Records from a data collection

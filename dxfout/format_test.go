package dxfout

import (
	"bytes"
	"math"
	"math/rand/v2"
	"strconv"
	"testing"

	"github.com/yofu/dxf/format"
)

// Our formatter writes what the library's own (format.ASCII, the one
// drawing.New uses, at its 16 decimals) writes, for every kind of group
// and every sort of value: the reference is the library, not us.
func TestFormatterMatchesLibrary(t *testing.T) {
	floats := []float64{0, math.Copysign(0, -1), 1, -1, 0.1, 1.0 / 3, -2.5, 19.5, 19.4999999999999964, 1e-9, 5e-17,
		-5e-17, 123456789.123456789, 1e21, -1e300, math.MaxFloat64, math.SmallestNonzeroFloat64,
		math.Inf(1), math.Inf(-1), math.NaN()}
	rng := rand.New(rand.NewPCG(12, 34))
	for range 2000 {
		floats = append(floats, (rng.Float64()-0.5)*math.Pow(10, float64(rng.IntN(24)-8)))
	}
	ints := []int{0, 1, -1, 9, 10, 15, 16, 255, 0x1F2E, 1 << 40, -0xABC, math.MaxInt, math.MinInt}
	strs := []string{"", "SECTION", "gaugeline stamp: v1 check 3f2a", "a%sb%%d"}
	for _, prec := range []int{16, 6, 0, 1, 17} {
		lib := format.NewASCII()
		lib.SetPrecision(prec)
		ours := newASCII(0)
		ours.SetPrecision(prec)
		for i, v := range floats {
			if a, b := ours.Float(10+i%3, v), lib.Float(10+i%3, v); a != b {
				t.Errorf("prec %d: Float(%v) = %q, library %q", prec, v, a, b)
			}
			ours.WriteFloat(40, v)
			lib.WriteFloat(40, v)
		}
		for _, v := range ints {
			if a, b := ours.Int(70, v), lib.Int(70, v); a != b {
				t.Errorf("Int(%d) = %q, library %q", v, a, b)
			}
			if a, b := ours.Hex(5, v), lib.Hex(5, v); a != b {
				t.Errorf("Hex(%d) = %q, library %q", v, a, b)
			}
			ours.WriteInt(90, v)
			lib.WriteInt(90, v)
			ours.WriteHex(330, v)
			lib.WriteHex(330, v)
		}
		for _, s := range strs {
			if a, b := ours.String(999, s), lib.String(999, s); a != b {
				t.Errorf("String(%q) = %q, library %q", s, a, b)
			}
			ours.WriteString(1, s)
			lib.WriteString(1, s)
		}
		var a, b bytes.Buffer
		if _, err := ours.WriteTo(&a); err != nil {
			t.Fatal(err)
		}
		if _, err := lib.WriteTo(&b); err != nil {
			t.Fatal(err)
		}
		if !bytes.Equal(a.Bytes(), b.Bytes()) {
			t.Errorf("prec %d: the written streams differ", prec)
		}
		ours.WriteString(0, "EOF")
		lib.WriteString(0, "EOF")
		if a, b := ours.Output(), lib.Output(); a != b || a != "0\nEOF\n" {
			t.Errorf("Output after WriteTo: %q, library %q", a, b)
		}
		if ours.Output() != "" || lib.Output() != "" {
			t.Error("Output does not empty the buffer")
		}
	}
}

func BenchmarkWriteFloat(b *testing.B) {
	for _, bb := range []struct {
		name string
		f    format.Formatter
	}{{"library", format.NewASCII()}, {"ours", newASCII(1 << 16)}} {
		b.Run(bb.name, func(b *testing.B) {
			bb.f.SetPrecision(16)
			v := 12.3456789
			for i := 0; b.Loop(); i++ {
				if i%1000 == 0 {
					bb.f.Reset()
				}
				bb.f.WriteFloat(10, v)
			}
		})
	}
}

// The fixed-point path gives strconv's digits (fmt's %.*f, what the
// library writes) for values of every magnitude it takes, halfway cases
// (odd multiples of 2^-(prec+1), exact ties at prec decimals: round half
// to even) and the edges of its range, and declines the rest.
func TestAppendFixedMatchesStrconv(t *testing.T) {
	rng := rand.New(rand.NewPCG(56, 78))
	var vs []float64
	for range 20000 {
		vs = append(vs, (rng.Float64()-0.5)*math.Pow(10, float64(rng.IntN(36)-20)))
		vs = append(vs, math.Float64frombits(rng.Uint64()))
		vs = append(vs, float64(rng.IntN(1<<20))/float64(int(1)<<rng.IntN(40)))
	}
	for _, e := range []float64{1 << 40, 1 << 44, 1 << 46, 1 << 47, 1e13, 1.2676506002282294e14, 1.2676506002282295e14, 1e15, 1e20} {
		for _, v := range []float64{e, math.Nextafter(e, 0), math.Nextafter(e, math.Inf(1))} {
			vs = append(vs, v, -v, 1/v, -1/v)
		}
	}
	vs = append(vs, 0, math.Copysign(0, -1), math.SmallestNonzeroFloat64, -math.SmallestNonzeroFloat64, math.MaxFloat64,
		math.Inf(1), math.Inf(-1), math.NaN(), -1e-20, 5e-17, 0.5, 1.5, 2.5, -2.5)
	for prec := 0; prec <= maxFixed+1; prec++ {
		f := newASCII(0)
		f.SetPrecision(prec)
		fast := 0
		ties := vs
		for j := 1; j < 2000; j += 2 {
			ties = append(ties, float64(j)/math.Ldexp(1, prec+1), -float64(j)/math.Ldexp(1, prec+1))
		}
		for _, v := range ties {
			want := strconv.AppendFloat(nil, v, 'f', prec, 64)
			got, ok := appendFixed(nil, v, prec, f.pow5)
			if !ok {
				if len(got) != 0 {
					t.Fatalf("prec %d: declined %v but appended %q", prec, v, got)
				}
				continue
			}
			fast++
			if !bytes.Equal(got, want) {
				t.Fatalf("prec %d: %v written %s, strconv %s", prec, v, got, want)
			}
		}
		// Everything finite below 2^100/10^prec takes the quick path.
		if prec <= maxFixed && fast < len(ties)/3 {
			t.Errorf("prec %d: only %d of %d values took the quick path", prec, fast, len(ties))
		}
		if prec > maxFixed && fast != 0 {
			t.Errorf("prec %d: past maxFixed but %d values took the quick path", prec, fast)
		}
	}
}
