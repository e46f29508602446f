package dxfout

import (
	"io"
	"math"
	"math/bits"
	"strconv"

	"github.com/yofu/dxf/format"
)

// ascii is a format.Formatter that writes what the library's format.ASCII
// writes, byte for byte, appending straight to one buffer: where ASCII
// builds a format string per value and runs it through fmt.Sprintf (about
// 620 ns and 2 allocations a float), strconv appends the same digits in
// place. A group is its code, a line break, its value and a line break;
// handles in upper-case hex; reals in fixed point with prec decimals
// (fmt's %.*f, which is strconv's 'f' format).
type ascii struct {
	buf  []byte
	prec int
	pow5 uint64 // 5^prec, 0 when prec is past what appendFixed takes
}

var _ format.Formatter = (*ascii)(nil)

// newASCII returns a formatter with room for size bytes, at the 16
// decimals drawing.New sets on the library's own.
func newASCII(size int) *ascii {
	f := &ascii{buf: make([]byte, 0, size)}
	f.SetPrecision(16)
	return f
}

func (f *ascii) Reset() { f.buf = f.buf[:0] }

// WriteTo writes the buffer to w and empties it, as ASCII's does.
func (f *ascii) WriteTo(w io.Writer) (int64, error) {
	n, err := w.Write(f.buf)
	f.buf = f.buf[:0]
	return int64(n), err
}

// SetPrecision sets the decimals of reals; p ≥ 0.
func (f *ascii) SetPrecision(p int) {
	f.prec, f.pow5 = p, 0
	if p >= 0 && p <= maxFixed {
		f.pow5 = 1
		for range p {
			f.pow5 *= 5
		}
	}
}

// Output returns the buffer and empties it.
func (f *ascii) Output() string {
	s := string(f.buf)
	f.buf = f.buf[:0]
	return s
}

func (f *ascii) String(num int, val string) string { return string(appendString(nil, num, val)) }
func (f *ascii) Hex(num int, h int) string         { return string(appendHex(nil, num, h)) }
func (f *ascii) Int(num int, val int) string       { return string(appendInt(nil, num, val)) }
func (f *ascii) Float(num int, val float64) string {
	return string(appendFloat(nil, num, val, f.prec, f.pow5))
}

func (f *ascii) WriteString(num int, val string) { f.buf = appendString(f.buf, num, val) }
func (f *ascii) WriteHex(num int, h int)         { f.buf = appendHex(f.buf, num, h) }
func (f *ascii) WriteInt(num int, val int)       { f.buf = appendInt(f.buf, num, val) }
func (f *ascii) WriteFloat(num int, val float64) {
	f.buf = appendFloat(f.buf, num, val, f.prec, f.pow5)
}

func appendCode(b []byte, num int) []byte {
	b = strconv.AppendInt(b, int64(num), 10)
	return append(b, '\n')
}

func appendString(b []byte, num int, val string) []byte {
	b = appendCode(b, num)
	b = append(b, val...)
	return append(b, '\n')
}

func appendInt(b []byte, num, val int) []byte {
	b = appendCode(b, num)
	b = strconv.AppendInt(b, int64(val), 10)
	return append(b, '\n')
}

// appendHex writes h as %X does: upper-case digits, a minus sign before a
// negative one.
func appendHex(b []byte, num, h int) []byte {
	b = appendCode(b, num)
	u := uint64(h)
	if h < 0 {
		b = append(b, '-')
		u = -u
	}
	var digits [16]byte
	i := len(digits)
	for {
		i--
		digits[i] = "0123456789ABCDEF"[u&0xf]
		u >>= 4
		if u == 0 {
			break
		}
	}
	b = append(b, digits[i:]...)
	return append(b, '\n')
}

func appendFloat(b []byte, num int, val float64, prec int, pow5 uint64) []byte {
	b = appendCode(b, num)
	if out, ok := appendFixed(b, val, prec, pow5); ok {
		b = out
	} else {
		b = strconv.AppendFloat(b, val, 'f', prec, 64)
	}
	return append(b, '\n')
}

// maxFixed is the most decimals appendFixed takes: 5^20 < 2^47, so a
// significand (< 2^53) times 5^prec stays below 2^100.
const maxFixed = 20

// appendFixed appends v in fixed point with prec decimals as
// strconv.AppendFloat(b, v, 'f', prec, 64) does, where that is quick to do
// exactly: v·10^prec rounded half to even, in 128-bit integers. strconv
// takes its arbitrary-precision path for every 'f' with a precision, at
// several times the cost. ok is false, and nothing appended, for NaN, the
// infinities and values of 10^prec·|v| ≥ 2^100 (|v| beyond about
// 1.3·10^14 at 16 decimals); pow5 is 5^prec.
func appendFixed(b []byte, v float64, prec int, pow5 uint64) (_ []byte, ok bool) {
	if pow5 == 0 {
		return b, false
	}
	bits64 := math.Float64bits(v)
	neg := bits64>>63 != 0
	exp := int(bits64>>52) & 0x7ff
	mant := bits64 & (1<<52 - 1)
	switch exp {
	case 0x7ff: // NaN, ±Inf
		return b, false
	case 0: // zero, subnormal
		exp = -1074
	default:
		mant |= 1 << 52
		exp -= 1075
	}
	// v = ±mant·2^exp, so v·10^prec = ±mant·5^prec·2^(exp+prec).
	hi, lo := bits.Mul64(mant, pow5)
	switch s := exp + prec; {
	case s < 0:
		hi, lo = roundShr128(hi, lo, uint(-s))
	case mant == 0:
	case len128(hi, lo)+s > 100:
		return b, false
	default:
		hi, lo = shl128(hi, lo, uint(s))
	}
	// The integer n = hi·2^64 + lo < 2^100 in decimal, at least prec+1
	// digits.
	var d [40]byte
	i := len(d)
	if hi != 0 {
		q, r := bits.Div64(hi, lo, 1e19) // hi < 2^36 < 10^19
		i = putDigits(&d, i, r, 19)
		lo = q
	}
	i = putDigits(&d, i, lo, prec+1-(len(d)-i))
	if neg {
		b = append(b, '-')
	}
	point := len(d) - prec
	b = append(b, d[i:point]...)
	if prec > 0 {
		b = append(b, '.')
		b = append(b, d[point:]...)
	}
	return b, true
}

// digitPairs is 00, 01, … 99.
const digitPairs = "00010203040506070809101112131415161718192021222324252627282930313233343536373839" +
	"40414243444546474849505152535455565758596061626364656667686970717273747576777879" +
	"8081828384858687888990919293949596979899"

// putDigits writes v in decimal into d, ending before d[i], in no fewer
// than least digits (zeros in front) and at least one, and returns where
// the digits start.
func putDigits(d *[40]byte, i int, v uint64, least int) int {
	end := i
	for v >= 10 {
		q := v / 100
		r := 2 * (v - 100*q)
		i -= 2
		d[i], d[i+1] = digitPairs[r], digitPairs[r+1]
		v = q
	}
	if v > 0 {
		i--
		d[i] = byte('0' + v)
	}
	for end-i < least || i == end {
		i--
		d[i] = '0'
	}
	return i
}

// len128 is the bit length of hi·2^64 + lo.
func len128(hi, lo uint64) int {
	if hi != 0 {
		return 64 + bits.Len64(hi)
	}
	return bits.Len64(lo)
}

// shl128 returns (hi, lo) << s for s < 128.
func shl128(hi, lo uint64, s uint) (uint64, uint64) {
	if s >= 64 {
		return lo << (s - 64), 0
	}
	if s == 0 {
		return hi, lo
	}
	return hi<<s | lo>>(64-s), lo << s
}

// roundShr128 returns (hi, lo) / 2^s rounded half to even, for s > 0 and
// (hi, lo) < 2^100.
func roundShr128(hi, lo uint64, s uint) (uint64, uint64) {
	if s > 100 {
		return 0, 0 // below 1/2
	}
	var qhi, qlo, rhi, rlo uint64 // quotient and remainder
	switch {
	case s >= 64:
		qhi, qlo = 0, hi>>(s-64)
		rhi, rlo = hi&(1<<(s-64)-1), lo
	default:
		qhi, qlo = hi>>s, hi<<(64-s)|lo>>s
		rhi, rlo = 0, lo&(1<<s-1)
	}
	// half = 2^(s-1)
	var hhi, hlo uint64
	if s-1 >= 64 {
		hhi = 1 << (s - 1 - 64)
	} else {
		hlo = 1 << (s - 1)
	}
	if rhi > hhi || rhi == hhi && rlo > hlo || rhi == hhi && rlo == hlo && qlo&1 == 1 {
		var c uint64
		qlo, c = bits.Add64(qlo, 1, 0)
		qhi += c
	}
	return qhi, qlo
}
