package dxfout

import (
	"bytes"
	"sync"
	"testing"

	"github.com/yofu/dxf/color"
	"github.com/yofu/dxf/drawing"
	"github.com/yofu/dxf/table"
)

// The library keeps its default layer "0", line types and text style in
// package variables that drawing.New hands to every drawing. Whatever
// another user of the library does to them must not reach our files:
// changed here, the files are still the bytes drawn before.
func TestIndependentOfLibraryDefaults(t *testing.T) {
	want := map[string][]File{}
	for _, p := range jobs {
		fs, err := allFiles(p)
		if err != nil {
			t.Fatal(err)
		}
		want[p] = fs
	}
	font, height, lyColor, ltDesc := table.ST_STANDARD.FontName, table.ST_STANDARD.LastHeightUsed, table.LY_0.Color, table.LT_CONTINUOUS.Description
	t.Cleanup(func() {
		table.ST_STANDARD.FontName, table.ST_STANDARD.LastHeightUsed = font, height
		table.LY_0.Color, table.LT_CONTINUOUS.Description = lyColor, ltDesc
	})
	table.ST_STANDARD.FontName, table.ST_STANDARD.LastHeightUsed = "other.ttf", 42
	table.LY_0.Color, table.LT_CONTINUOUS.Description = color.Red, "changed by another user"
	for _, p := range jobs {
		got, err := allFiles(p)
		if err != nil {
			t.Fatal(err)
		}
		for i := range got {
			if !bytes.Equal(got[i].Data, want[p][i].Data) {
				t.Errorf("%s: %s changes with the library's package defaults", p, got[i].Name)
			}
		}
	}
}

// Drawing from several goroutines while another user of the library draws
// with its defaults: run with -race, nothing is shared.
func TestConcurrentWithOtherLibraryUsers(t *testing.T) {
	var wg sync.WaitGroup
	stop := make(chan struct{})
	wg.Go(func() {
		for {
			select {
			case <-stop:
				return
			default:
			}
			d := drawing.New()
			d.Text("other", 0, 0, 0, 3)
			var b bytes.Buffer
			if _, err := d.WriteTo(&b); err != nil {
				t.Error(err)
				return
			}
		}
	})
	var draw sync.WaitGroup
	for range 2 {
		draw.Go(func() {
			for _, p := range jobs {
				if _, err := allFiles(p); err != nil {
					t.Error(err)
				}
			}
		})
	}
	draw.Wait()
	close(stop)
	wg.Wait()
}

// Files writes the stamp's comment as it draws: each file is the bare
// drawing with Comment's line before it, a stamp with line breaks on one
// line.
func TestFilesStampLikeComment(t *testing.T) {
	_, s := sheetOf(t, "../testdata/jobs/us-pipe-rack-brace.yaml")
	s.Stamp = "gaugeline v1 sheet\r\nsha256:0123"
	fs, err := Files(s)
	if err != nil {
		t.Fatal(err)
	}
	bare, err := Sheet(s)
	if err != nil {
		t.Fatal(err)
	}
	want := [][]byte{Comment(bare, s.Stamp)}
	for i := range s.Views {
		b, err := CAM(&s.Views[i].Part, s.Units)
		if err != nil {
			t.Fatal(err)
		}
		want = append(want, Comment(b, s.Stamp))
	}
	if len(fs) != len(want) {
		t.Fatalf("%d files, want %d", len(fs), len(want))
	}
	for i, f := range fs {
		if !bytes.Equal(f.Data, want[i]) {
			t.Errorf("%s differs from Comment over the bare drawing", f.Name)
		}
		if first := "999\n" + CommentPrefix + "gaugeline v1 sheet  sha256:0123\n0\nSECTION\n"; !bytes.HasPrefix(f.Data, []byte(first)) {
			t.Errorf("%s starts %q, want %q", f.Name, f.Data[:min(len(f.Data), len(first))], first)
		}
	}
}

# ACTIVITY
Go through the entries above and count the lines containing the string "lyColor". Give only that number.

# RESPONSE
2